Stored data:
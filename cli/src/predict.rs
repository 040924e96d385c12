//! `backlit predict`: the spectrum that a setup would show, or a whole cube of them.

use std::fmt::Write as _;
use std::path::{Path, PathBuf};
use std::str::FromStr;

use backlit_cubes::{CubeLayout, CubeUncertainty, CubeWriter, Spectrum, Tile};
use backlit_inverse::Problem;
use backlit_inverse::setup::{Light, Setup};
use backlit_species::Catalogue;
use clap::Args;
use ndarray::Array2;
use rayon::prelude::*;
use serde::Serialize;

use crate::console::Console;
use crate::failure::Failure;
use crate::grid;
use crate::noise::Noise;
use crate::observed::{Description, Frame};
use crate::output;
use crate::progress::Progress;
use crate::range::RangeNm;
use crate::vary::PixelValues;

/// The unit of a prediction for which neither setup nor data name one.
const DEFAULT_UNIT: &str = "W m-2 sr-1 nm-1";

/// Compute the spectrum that a setup would show
///
/// Values that the setup leaves open take their `start`. Without -o the spectrum
/// goes to standard output as CSV; with -o the file's ending decides: .h5 or
/// .hdf5 is HDF5, all else CSV.
///
/// With --cube NY,NX and --vary VALUES.csv each pixel of a cube has its own
/// values. VALUES.csv has the columns y, x (from 0) and any of the open
/// quantities by their names in the maps, for example
///   y,x,cloud1_temperature,cloud1_log10_column_Na_I
///   0,0,1500,12.5
///
/// Example: backlit predict sodium.toml --range 588..591 --step 0.01 -o sodium.csv
#[derive(Debug, Args)]
#[command(verbatim_doc_comment)]
pub struct Predict {
    /// What light, gas and instrument are, TOML
    #[arg(value_name = "SETUP")]
    setup: PathBuf,

    /// Take wavelengths and unit from this spectrum
    #[arg(long, value_name = "SPECTRUM", conflicts_with_all = ["range", "step"])]
    like: Option<PathBuf>,

    /// From..to in nm [default: use_nm or the lines]
    ///
    /// In the setup's medium. By default the hull of `use_nm`, or else the strongest lines with 2 % on each side.
    /// Example: 588..591
    #[arg(long, value_name = "NM..NM", allow_hyphen_values = true)]
    range: Option<RangeNm>,

    /// Channel spacing [default: FWHM/4, at most 1/2000]
    ///
    /// In nm. By default a quarter of the instrument's FWHM, and not fewer than 2000 channels.
    #[arg(long, value_name = "NM", value_parser = positive)]
    step: Option<f64>,

    /// Add Gaussian noise of this ratio to the peak
    ///
    /// 1 sigma is the highest intensity of the background divided by this, in a cube that of its middling pixel
    /// (median); a column `uncertainty`, in a cube the dataset, says so. Example: 50
    #[arg(long, value_name = "S/N", value_parser = positive)]
    noise: Option<f64>,

    /// The same seed gives the same noise
    #[arg(long, value_name = "S", default_value_t = 1, requires = "noise")]
    seed: u64,

    /// Write a cube of NY rows and NX columns (HDF5)
    #[arg(long, value_name = "NY,NX", requires = "vary", requires = "output")]
    cube: Option<CubeShape>,

    /// Values of each pixel of the cube, CSV
    #[arg(long, value_name = "VALUES.csv", requires = "cube")]
    vary: Option<PathBuf>,

    /// Write to this file, CSV or HDF5 by its ending
    #[arg(long, short, value_name = "OUT")]
    output: Option<PathBuf>,

    /// Replace the output file if it exists
    #[arg(long)]
    overwrite: bool,
}

#[derive(Debug, Clone, Copy)]
struct CubeShape {
    ny: usize,
    nx: usize,
}

impl FromStr for CubeShape {
    type Err = &'static str;

    fn from_str(text: &str) -> Result<Self, Self::Err> {
        const NEED: &str =
            "expected two whole numbers from 1 to 100000 with a comma between, for example 64,64";
        let (ny, nx) = text.split_once(',').ok_or(NEED)?;
        let size = |part: &str| {
            part.trim()
                .parse::<usize>()
                .ok()
                .filter(|n| (1..=100_000).contains(n))
                .ok_or(NEED)
        };
        Ok(CubeShape {
            ny: size(ny)?,
            nx: size(nx)?,
        })
    }
}

fn positive(text: &str) -> Result<f64, &'static str> {
    text.parse::<f64>()
        .ok()
        .filter(|number| number.is_finite() && *number > 0.0)
        .ok_or("expected a number above 0")
}

#[derive(Serialize)]
struct Document<'a> {
    schema: &'static str,
    medium: String,
    intensity_unit: &'a str,
    wavelength_nm: Vec<f64>,
    intensity: &'a [f64],
    uncertainty: Option<&'a [f64]>,
}

#[derive(Serialize)]
struct Written {
    schema: &'static str,
    output: String,
    shape: Vec<usize>,
    noise_sigma: Option<f64>,
}

/// Where the prediction is to be made.
struct Place {
    wavelength_m: Vec<f64>,
    frame: Frame,
}

impl Predict {
    /// Predicts and writes.
    pub fn run(&self, console: &Console) -> Result<(), Failure> {
        if let Some(path) = &self.output {
            output::refuse_existing(path, self.overwrite)?;
        }
        let setup = Setup::read(&self.setup)?;
        let place = self.place(console, &setup)?;
        let measured = place.frame.measured_background(console, &setup)?;
        let mut setup = setup;
        if setup.background.shape_terms == 0 {
            // `use_nm` says what a fit looks at; a prediction fills every channel. Only the terms that bend the
            // background are defined over these ranges.
            setup.spectrum.use_nm = None;
        }
        let problem = |setup: &Setup| {
            let (axis, unit) = (&place.frame.axis, &place.frame.unit);
            Problem::new(setup, axis, unit, Catalogue::builtin(), measured.as_deref())
        };
        let gas = problem(&setup)?;
        // The light without the gas is what noise is measured by; where nothing shines, the gas itself.
        let mut bare = setup.clone();
        if bare.background.light != Light::Dark {
            bare.clouds.clear();
        }
        let bare = problem(&bare)?;
        match (self.cube, &self.vary, &self.output) {
            (Some(shape), Some(vary), Some(path)) => {
                let models = CubeModels { gas, bare };
                self.write_cube(console, &models, &place, shape, vary, path)
            }
            _ => {
                let noise = match self.noise {
                    Some(ratio) => Some(self.noise_of(ratio, largest(&bare.predict()?))),
                    None => None,
                };
                self.write_spectrum(console, &gas, place, noise)
            }
        }
    }

    fn noise_of(&self, ratio: f64, peak: f64) -> Noise {
        Noise {
            sigma: peak / ratio,
            seed: self.seed,
        }
    }

    fn place(&self, console: &Console, setup: &Setup) -> Result<Place, Failure> {
        if let Some(path) = &self.like {
            let like = Spectrum::read(path)?;
            let description = Description {
                wavelength_m: &like.wavelength,
                medium: like.medium,
                intensity_unit: like.intensity_unit.as_deref(),
                path,
            };
            let frame = Frame::new(console, setup, &description)?;
            return Ok(Place {
                wavelength_m: like.wavelength,
                frame,
            });
        }
        let medium = setup.spectrum.medium.unwrap_or_default();
        let species = setup.resolve(Catalogue::builtin())?;
        let wavelength_m = grid::centres_m(setup, &species, medium, self.range, self.step)?;
        let description = Description {
            wavelength_m: &wavelength_m,
            medium: Some(medium),
            intensity_unit: Some(
                setup
                    .spectrum
                    .intensity_unit
                    .as_deref()
                    .unwrap_or(DEFAULT_UNIT),
            ),
            path: &self.setup,
        };
        let frame = Frame::new(console, setup, &description)?;
        Ok(Place {
            wavelength_m,
            frame,
        })
    }

    fn write_spectrum(
        &self,
        console: &Console,
        problem: &Problem,
        place: Place,
        noise: Option<Noise>,
    ) -> Result<(), Failure> {
        let mut intensity = problem.predict()?;
        if let Some(noise) = noise {
            noise.add(&mut intensity, 0);
        }
        // Back into the order of the wavelengths, which `--like` may have falling.
        let intensity = place.frame.rising(&intensity);
        let unit = place.frame.unit.to_string();
        let channels = intensity.len();
        let spectrum = Spectrum {
            wavelength: place.wavelength_m,
            medium: Some(place.frame.medium),
            uncertainty: noise.map(|noise| vec![noise.sigma; channels]),
            mask: vec![false; channels],
            intensity_unit: Some(unit.clone()),
            intensity,
            ..Spectrum::default()
        };
        if let Some(path) = &self.output {
            spectrum.write(path, self.overwrite)?;
            return self.tell_written(console, path, vec![channels], noise);
        }
        if console.json() {
            return console.print_json(&Document {
                schema: "backlit-predict/1",
                medium: place.frame.medium.to_string(),
                intensity_unit: &unit,
                wavelength_nm: spectrum.wavelength.iter().map(|w| w * 1e9).collect(),
                intensity: &spectrum.intensity,
                uncertainty: spectrum.uncertainty.as_deref(),
            });
        }
        console.print(&spectrum.to_csv())
    }

    fn write_cube(
        &self,
        console: &Console,
        models: &CubeModels,
        place: &Place,
        shape: CubeShape,
        vary: &Path,
        path: &Path,
    ) -> Result<(), Failure> {
        let CubeShape { ny, nx } = shape;
        let n = place.wavelength_m.len();
        let problem = &models.gas;
        let values = PixelValues::read(vary, (ny, nx), problem.quantities(), &problem.starts())?;
        let noise = self
            .noise
            .map(|ratio| self.noise_of(ratio, models.middling_peak(&values)));
        let layout = CubeLayout {
            ny,
            nx,
            wavelength: place.wavelength_m.clone(),
            medium: Some(place.frame.medium),
            intensity_unit: Some(place.frame.unit.to_string()),
            uncertainty: noise.map_or(CubeUncertainty::None, |noise| {
                CubeUncertainty::Scalar(noise.sigma)
            }),
            ..CubeLayout::default()
        };
        let mut writer = CubeWriter::create(path, &layout, self.overwrite)?;
        let progress = Progress::new(console, (ny * nx) as u64, 0);
        // A row at a time, in blocks of at most a million numbers: memory does not grow with the cube.
        let width = (1_000_000 / n.max(1)).clamp(1, nx);
        for y in 0..ny {
            for x0 in (0..nx).step_by(width) {
                let x1 = (x0 + width).min(nx);
                let rows: Vec<Vec<f64>> = (x0..x1)
                    .into_par_iter()
                    .map_init(
                        || problem.workspace(),
                        |workspace, x| match values.of(y, x) {
                            None => vec![f64::NAN; n],
                            Some(values) => {
                                let mut spectrum = problem.predict_at(workspace, values);
                                if let Some(noise) = noise {
                                    noise.add(&mut spectrum, (y * nx + x) as u64);
                                }
                                place.frame.rising(&spectrum)
                            }
                        },
                    )
                    .collect();
                let block = Array2::from_shape_fn((x1 - x0, n), |(p, i)| rows[p][i]);
                let tile = Tile {
                    index: 0,
                    y0: y,
                    y1: y + 1,
                    x0,
                    x1,
                };
                writer.write_tile(&tile, &block, None)?;
                progress.advance((x1 - x0) as u64);
            }
        }
        progress.finish();
        writer.finish()?;
        if values.filled() < ny * nx {
            console.note(&format!(
                "{} of {} pixels are not in {}: they hold no data (NaN)",
                ny * nx - values.filled(),
                ny * nx,
                vary.display()
            ));
        }
        self.tell_written(console, path, vec![ny, nx, n], noise)
    }

    fn tell_written(
        &self,
        console: &Console,
        path: &Path,
        shape: Vec<usize>,
        noise: Option<Noise>,
    ) -> Result<(), Failure> {
        if console.json() {
            return console.print_json(&Written {
                schema: "backlit-predict-file/1",
                output: path.display().to_string(),
                shape,
                noise_sigma: noise.map(|noise| noise.sigma),
            });
        }
        let mut size = String::new();
        for (i, extent) in shape.iter().enumerate() {
            let _ = write!(size, "{}{extent}", if i == 0 { "" } else { " x " });
        }
        console.tell(&format!("wrote {} ({size})", path.display()));
        Ok(())
    }
}

/// The models of a cube's pixels.
struct CubeModels {
    gas: Problem,
    /// The light without the gas, or the gas itself in front of nothing.
    bare: Problem,
}

impl CubeModels {
    /// The median over the pixels of the highest intensity of the light without the gas.
    fn middling_peak(&self, values: &PixelValues) -> f64 {
        let position = |name: &str| self.gas.quantities().iter().position(|q| q.name == name);
        // The open values of the bare model are some of those of the whole one.
        let chosen: Vec<usize> = self
            .bare
            .quantities()
            .iter()
            .filter_map(|quantity| position(&quantity.name))
            .collect();
        let mut peaks: Vec<f64> = values
            .all()
            .par_iter()
            .map_init(
                || self.bare.workspace(),
                |workspace, values| {
                    let own: Vec<f64> = chosen.iter().map(|i| values[*i]).collect();
                    largest(&self.bare.predict_at(workspace, &own))
                },
            )
            .collect();
        peaks.sort_by(f64::total_cmp);
        peaks.get(peaks.len() / 2).copied().unwrap_or(0.0)
    }
}

fn largest(values: &[f64]) -> f64 {
    values.iter().copied().fold(0.0, f64::max)
}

■ Exercise details
Determine the number of lines in the preceding data that contain the word "workspace". Reply with that number only.

■ Response to the exercise
6